══ PROVIDED DATA

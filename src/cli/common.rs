//! What several commands share: the input flags ([`InputArgs`]), the flags of `select`
//! ([`SelectArgs`], which `audit` and `rescreen` take whole) and its checked configuration
//! ([`SelectConfig`]), the options of the domain-classifier fit ([`FitArgs`], used by
//! `shift`, `select --fit-weights` and `check`), the value enums behind them, and the helpers
//! that read the inputs, obtain the weights, map weighting errors to exit codes and build
//! report.html of a selection.

use std::fmt::Write as _;
use std::path::{Path, PathBuf};

use clap::{Args, ValueEnum};
use linfa::ParamGuard;

use crate::conformal::pvalue::PValueKind;
use crate::conformal::score::{Direction, ScoreKind, Thresholds};
use crate::io::{
    check_one_stdin, check_same_features, read_table, read_units, CensoredRule, MissingOutcome,
    OutcomeCells, ReadOptions, Role, UnitTable,
};
use crate::report::html::{selection_report, shift_part, PoolView, WeightsMethod};
use crate::report::UnreliableMark;
use crate::selection::pipeline::{LabeledInput, PoolInput, Procedure, SelectOptions};
use crate::selection::pruning::Pruning;
use crate::shift::weighting::{
    obtain_weights, Calibration, WeightSource, Weighting, WeightingError,
};
use crate::shift::weights::rescale_for_sums;
use crate::shift::{
    unreliable_weights, ClassifierKind, Expansion, FeatureTransform, FitRows, ShiftError,
    ShiftParams, Unreliable,
};

use super::Failure;

/// Default L2 penalty alpha (scikit-learn's default C = 1).
pub const DEFAULT_PENALTY: f64 = 1.0;
/// Default fraction of labeled (and pool) rows that fit the classifier in held-out mode
/// (an even split, common practice).
pub const DEFAULT_FIT_FRACTION: f64 = 0.5;
/// Default number of cross-validation folds for the AUC (common practice).
pub const DEFAULT_FOLDS: usize = 5;
/// Default number of label permutations for the test of "no shift": p-values down to
/// 1/1001 (common practice).
pub const DEFAULT_PERMUTATIONS: usize = 1000;
const SELECT_HELP: &str = "\
Reads both files completely into memory (about 100 bytes per row plus 8 per feature).
Cost: O((n + m) log n) for the p-values, O(m log m) for conditional calibration.

Weights: none (every weight 1: no shift assumed), given in a column of both files
(--weight-column), or fitted (--fit-weights --features LIST): a domain classifier tells
labeled rows from pool rows and its odds become the density-ratio weights, with the fit
options of `weighbridge shift` (--penalty, --expand, --fit-rows, --fit-fraction,
--cap-quantile, --pool-sample, --folds, --permutations; same defaults; the fit uses
--seed and counts unreachable units at --fdr). The fit costs about what `weighbridge shift`
costs; its diagnostics and warnings go into summary.json (`shift`) and the summary below.
With --fit-rows held-out the labeled rows that fit the classifier do not calibrate.

Outputs in --out (written all at once; nothing is written when an input is bad; every
field in docs/outputs.md):
  shortlist.csv   the selected units only, best predicted first: rank, id, prediction,
                  p_value, q_value, selection_probability, weight, kept columns
  candidates.csv  one row per pool unit in input order, the same columns for every
                  procedure: id, score, weight, p_value, selected, first_step,
                  conditional_count, never_selectable_because, ..., prediction,
                  shortlist_rank (empty cells where a column does not apply)
  summary.json    settings, counts, warnings, seed, tool version, command line, columns,
                  and with --fit-weights the shift diagnostics (`shift`)
  report.html     with --report: one self-contained page (no scripts, no external files)

Inputs: two files (--labeled, --pool) or one table (--table: rows whose outcome is empty
are the pool, the others labeled). Files may be gzip (.gz) or Zstandard (.zst) compressed
(recognised by their first bytes); `-` reads one input from standard input. A labeled
outcome may be censored (>10000, <1, >=x, <=x): accepted with the clipped score where the
bound decides the side of the threshold, counted in summary.json
`censored_outcome_count`. NA and N/A (--missing-values) mark a labeled row without a value:
an error, or with --missing-outcome drop left out and counted
(`dropped_missing_outcome_count`). `weighbridge columns FILE` lists a file's columns.

Exit codes: 0 success, 2 bad usage or input, 1 internal failure.

Examples:
  # one assay export: potency in nM (lower is better), untested rows leave IC50_nM empty
  weighbridge select --table assays.csv --id compound_id --outcome IC50_nM \\
      --prediction predicted_IC50_nM --lower-is-better --threshold 100 \\
      --fit-weights --features MolWt..TPSA --keep-columns smiles,series --out shortlist

  # a compressed pool from standard input; labeled rows with NA outcomes left out
  zcat pool.csv.gz | weighbridge select --labeled labeled.csv --pool - \\
      --threshold 6.5 --missing-outcome drop --out shortlist

  # weights given in column w, one threshold for every unit
  weighbridge select --labeled fixtures/labeled.csv --pool fixtures/pool.csv \\
      --threshold 6.5 --weight-column w --fdr 0.1 --out shortlist

  # per-unit thresholds, plain BH on conservative p-values
  weighbridge select --labeled labeled.csv --pool pool.csv --threshold-column c \\
      --procedure bh --pvalues conservative --fdr 0.2

  # weights fitted on the descriptors f1..f5
  weighbridge select --labeled fixtures/labeled.csv --pool fixtures/pool.csv \\
      --threshold 6.5 --fit-weights --features f1..f5 --fdr 0.1 --out shortlist";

════

Report how many lines of the entries hold the word "empty". Nothing else is needed.

3